- **Task directions**:
Reproduce the listing exactly, please, with every line intact.

+ + + +

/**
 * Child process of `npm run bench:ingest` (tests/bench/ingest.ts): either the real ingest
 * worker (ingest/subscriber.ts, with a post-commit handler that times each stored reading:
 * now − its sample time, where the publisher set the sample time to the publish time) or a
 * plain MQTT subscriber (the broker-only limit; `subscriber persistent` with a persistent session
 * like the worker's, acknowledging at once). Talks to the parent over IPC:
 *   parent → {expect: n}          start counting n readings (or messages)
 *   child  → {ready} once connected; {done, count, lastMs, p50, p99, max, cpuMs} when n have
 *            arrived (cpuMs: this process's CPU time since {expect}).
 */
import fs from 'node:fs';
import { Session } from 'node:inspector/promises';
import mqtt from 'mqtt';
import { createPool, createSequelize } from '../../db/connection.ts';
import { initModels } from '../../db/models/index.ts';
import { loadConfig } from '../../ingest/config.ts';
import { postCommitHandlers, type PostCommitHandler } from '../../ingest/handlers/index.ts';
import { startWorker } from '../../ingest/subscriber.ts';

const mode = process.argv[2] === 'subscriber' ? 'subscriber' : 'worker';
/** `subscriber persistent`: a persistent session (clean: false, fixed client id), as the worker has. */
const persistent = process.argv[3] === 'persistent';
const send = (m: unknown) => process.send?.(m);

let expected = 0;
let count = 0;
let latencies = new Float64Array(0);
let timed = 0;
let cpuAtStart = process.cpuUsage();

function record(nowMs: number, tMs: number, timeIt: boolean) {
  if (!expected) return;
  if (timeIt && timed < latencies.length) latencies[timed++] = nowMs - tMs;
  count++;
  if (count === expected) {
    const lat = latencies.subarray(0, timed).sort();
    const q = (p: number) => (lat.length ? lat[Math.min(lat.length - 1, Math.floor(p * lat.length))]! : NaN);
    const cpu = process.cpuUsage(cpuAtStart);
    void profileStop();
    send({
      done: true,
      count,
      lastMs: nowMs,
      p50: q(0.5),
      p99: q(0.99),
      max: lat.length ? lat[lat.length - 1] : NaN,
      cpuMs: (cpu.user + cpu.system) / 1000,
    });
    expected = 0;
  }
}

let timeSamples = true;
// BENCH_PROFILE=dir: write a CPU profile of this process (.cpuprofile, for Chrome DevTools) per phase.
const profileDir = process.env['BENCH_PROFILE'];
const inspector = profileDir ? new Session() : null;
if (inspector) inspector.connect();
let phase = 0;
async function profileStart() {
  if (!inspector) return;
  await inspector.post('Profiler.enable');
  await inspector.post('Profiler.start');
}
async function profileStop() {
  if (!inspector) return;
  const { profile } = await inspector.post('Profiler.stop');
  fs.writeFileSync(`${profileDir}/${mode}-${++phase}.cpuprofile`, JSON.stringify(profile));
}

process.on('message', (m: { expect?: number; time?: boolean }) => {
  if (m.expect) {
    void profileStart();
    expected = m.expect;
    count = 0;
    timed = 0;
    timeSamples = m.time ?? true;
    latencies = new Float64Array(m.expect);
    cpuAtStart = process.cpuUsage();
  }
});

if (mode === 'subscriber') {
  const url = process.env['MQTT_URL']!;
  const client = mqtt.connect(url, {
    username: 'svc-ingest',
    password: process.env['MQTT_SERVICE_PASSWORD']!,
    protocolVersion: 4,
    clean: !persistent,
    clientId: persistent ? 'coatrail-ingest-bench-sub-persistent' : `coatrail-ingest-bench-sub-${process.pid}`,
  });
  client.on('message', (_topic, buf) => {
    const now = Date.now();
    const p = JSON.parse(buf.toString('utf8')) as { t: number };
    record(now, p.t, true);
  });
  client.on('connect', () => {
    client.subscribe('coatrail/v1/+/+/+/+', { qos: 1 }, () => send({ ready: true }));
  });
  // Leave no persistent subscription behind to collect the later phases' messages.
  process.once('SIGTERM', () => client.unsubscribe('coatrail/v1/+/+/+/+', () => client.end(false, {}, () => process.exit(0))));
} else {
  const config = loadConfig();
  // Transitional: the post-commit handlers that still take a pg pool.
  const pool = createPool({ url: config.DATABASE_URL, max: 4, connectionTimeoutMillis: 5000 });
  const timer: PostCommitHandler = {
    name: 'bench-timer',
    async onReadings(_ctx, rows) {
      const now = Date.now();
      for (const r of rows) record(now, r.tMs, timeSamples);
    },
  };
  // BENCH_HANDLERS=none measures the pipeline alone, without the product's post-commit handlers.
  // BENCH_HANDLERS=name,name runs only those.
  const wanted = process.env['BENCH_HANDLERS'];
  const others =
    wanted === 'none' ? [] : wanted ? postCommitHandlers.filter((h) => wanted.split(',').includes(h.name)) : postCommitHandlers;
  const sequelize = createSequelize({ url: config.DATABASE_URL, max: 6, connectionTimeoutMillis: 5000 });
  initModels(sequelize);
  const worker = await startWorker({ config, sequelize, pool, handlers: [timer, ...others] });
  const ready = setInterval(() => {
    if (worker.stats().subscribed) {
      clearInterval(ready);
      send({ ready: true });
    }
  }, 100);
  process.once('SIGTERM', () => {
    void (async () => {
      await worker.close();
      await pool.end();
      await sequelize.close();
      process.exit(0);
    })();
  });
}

+ + + +

- **Expected answer**:
/**
 * Child process of `npm run bench:ingest` (tests/bench/ingest.ts): either the real ingest
 * worker (ingest/subscriber.ts, with a post-commit handler that times each stored reading:
 * now − its sample time, where the publisher set the sample time to the publish time) or a
 * plain MQTT subscriber (the broker-only limit; `subscriber persistent` with a persistent session
 * like the worker's, acknowledging at once). Talks to the parent over IPC:
 *   parent → {expect: n}          start counting n readings (or messages)
 *   child  → {ready} once connected; {done, count, lastMs, p50, p99, max, cpuMs} when n have
 *            arrived (cpuMs: this process's CPU time since {expect}).
 */
import fs from 'node:fs';
import { Session } from 'node:inspector/promises';
import mqtt from 'mqtt';
import { createPool, createSequelize } from '../../db/connection.ts';
import { initModels } from '../../db/models/index.ts';
import { loadConfig } from '../../ingest/config.ts';
import { postCommitHandlers, type PostCommitHandler } from '../../ingest/handlers/index.ts';
import { startWorker } from '../../ingest/subscriber.ts';

const mode = process.argv[2] === 'subscriber' ? 'subscriber' : 'worker';
/** `subscriber persistent`: a persistent session (clean: false, fixed client id), as the worker has. */
const persistent = process.argv[3] === 'persistent';
const send = (m: unknown) => process.send?.(m);

let expected = 0;
let count = 0;
let latencies = new Float64Array(0);
let timed = 0;
let cpuAtStart = process.cpuUsage();

function record(nowMs: number, tMs: number, timeIt: boolean) {
  if (!expected) return;
  if (timeIt && timed < latencies.length) latencies[timed++] = nowMs - tMs;
  count++;
  if (count === expected) {
    const lat = latencies.subarray(0, timed).sort();
    const q = (p: number) => (lat.length ? lat[Math.min(lat.length - 1, Math.floor(p * lat.length))]! : NaN);
    const cpu = process.cpuUsage(cpuAtStart);
    void profileStop();
    send({
      done: true,
      count,
      lastMs: nowMs,
      p50: q(0.5),
      p99: q(0.99),
      max: lat.length ? lat[lat.length - 1] : NaN,
      cpuMs: (cpu.user + cpu.system) / 1000,
    });
    expected = 0;
  }
}

let timeSamples = true;
// BENCH_PROFILE=dir: write a CPU profile of this process (.cpuprofile, for Chrome DevTools) per phase.
const profileDir = process.env['BENCH_PROFILE'];
const inspector = profileDir ? new Session() : null;
if (inspector) inspector.connect();
let phase = 0;
async function profileStart() {
  if (!inspector) return;
  await inspector.post('Profiler.enable');
  await inspector.post('Profiler.start');
}
async function profileStop() {
  if (!inspector) return;
  const { profile } = await inspector.post('Profiler.stop');
  fs.writeFileSync(`${profileDir}/${mode}-${++phase}.cpuprofile`, JSON.stringify(profile));
}

process.on('message', (m: { expect?: number; time?: boolean }) => {
  if (m.expect) {
    void profileStart();
    expected = m.expect;
    count = 0;
    timed = 0;
    timeSamples = m.time ?? true;
    latencies = new Float64Array(m.expect);
    cpuAtStart = process.cpuUsage();
  }
});

if (mode === 'subscriber') {
  const url = process.env['MQTT_URL']!;
  const client = mqtt.connect(url, {
    username: 'svc-ingest',
    password: process.env['MQTT_SERVICE_PASSWORD']!,
    protocolVersion: 4,
    clean: !persistent,
    clientId: persistent ? 'coatrail-ingest-bench-sub-persistent' : `coatrail-ingest-bench-sub-${process.pid}`,
  });
  client.on('message', (_topic, buf) => {
    const now = Date.now();
    const p = JSON.parse(buf.toString('utf8')) as { t: number };
    record(now, p.t, true);
  });
  client.on('connect', () => {
    client.subscribe('coatrail/v1/+/+/+/+', { qos: 1 }, () => send({ ready: true }));
  });
  // Leave no persistent subscription behind to collect the later phases' messages.
  process.once('SIGTERM', () => client.unsubscribe('coatrail/v1/+/+/+/+', () => client.end(false, {}, () => process.exit(0))));
} else {
  const config = loadConfig();
  // Transitional: the post-commit handlers that still take a pg pool.
  const pool = createPool({ url: config.DATABASE_URL, max: 4, connectionTimeoutMillis: 5000 });
  const timer: PostCommitHandler = {
    name: 'bench-timer',
    async onReadings(_ctx, rows) {
      const now = Date.now();
      for (const r of rows) record(now, r.tMs, timeSamples);
    },
  };
  // BENCH_HANDLERS=none measures the pipeline alone, without the product's post-commit handlers.
  // BENCH_HANDLERS=name,name runs only those.
  const wanted = process.env['BENCH_HANDLERS'];
  const others =
    wanted === 'none' ? [] : wanted ? postCommitHandlers.filter((h) => wanted.split(',').includes(h.name)) : postCommitHandlers;
  const sequelize = createSequelize({ url: config.DATABASE_URL, max: 6, connectionTimeoutMillis: 5000 });
  initModels(sequelize);
  const worker = await startWorker({ config, sequelize, pool, handlers: [timer, ...others] });
  const ready = setInterval(() => {
    if (worker.stats().subscribed) {
      clearInterval(ready);
      send({ ready: true });
    }
  }, 100);
  process.once('SIGTERM', () => {
    void (async () => {
      await worker.close();
      await pool.end();
      await sequelize.close();
      process.exit(0);
    })();
  });
}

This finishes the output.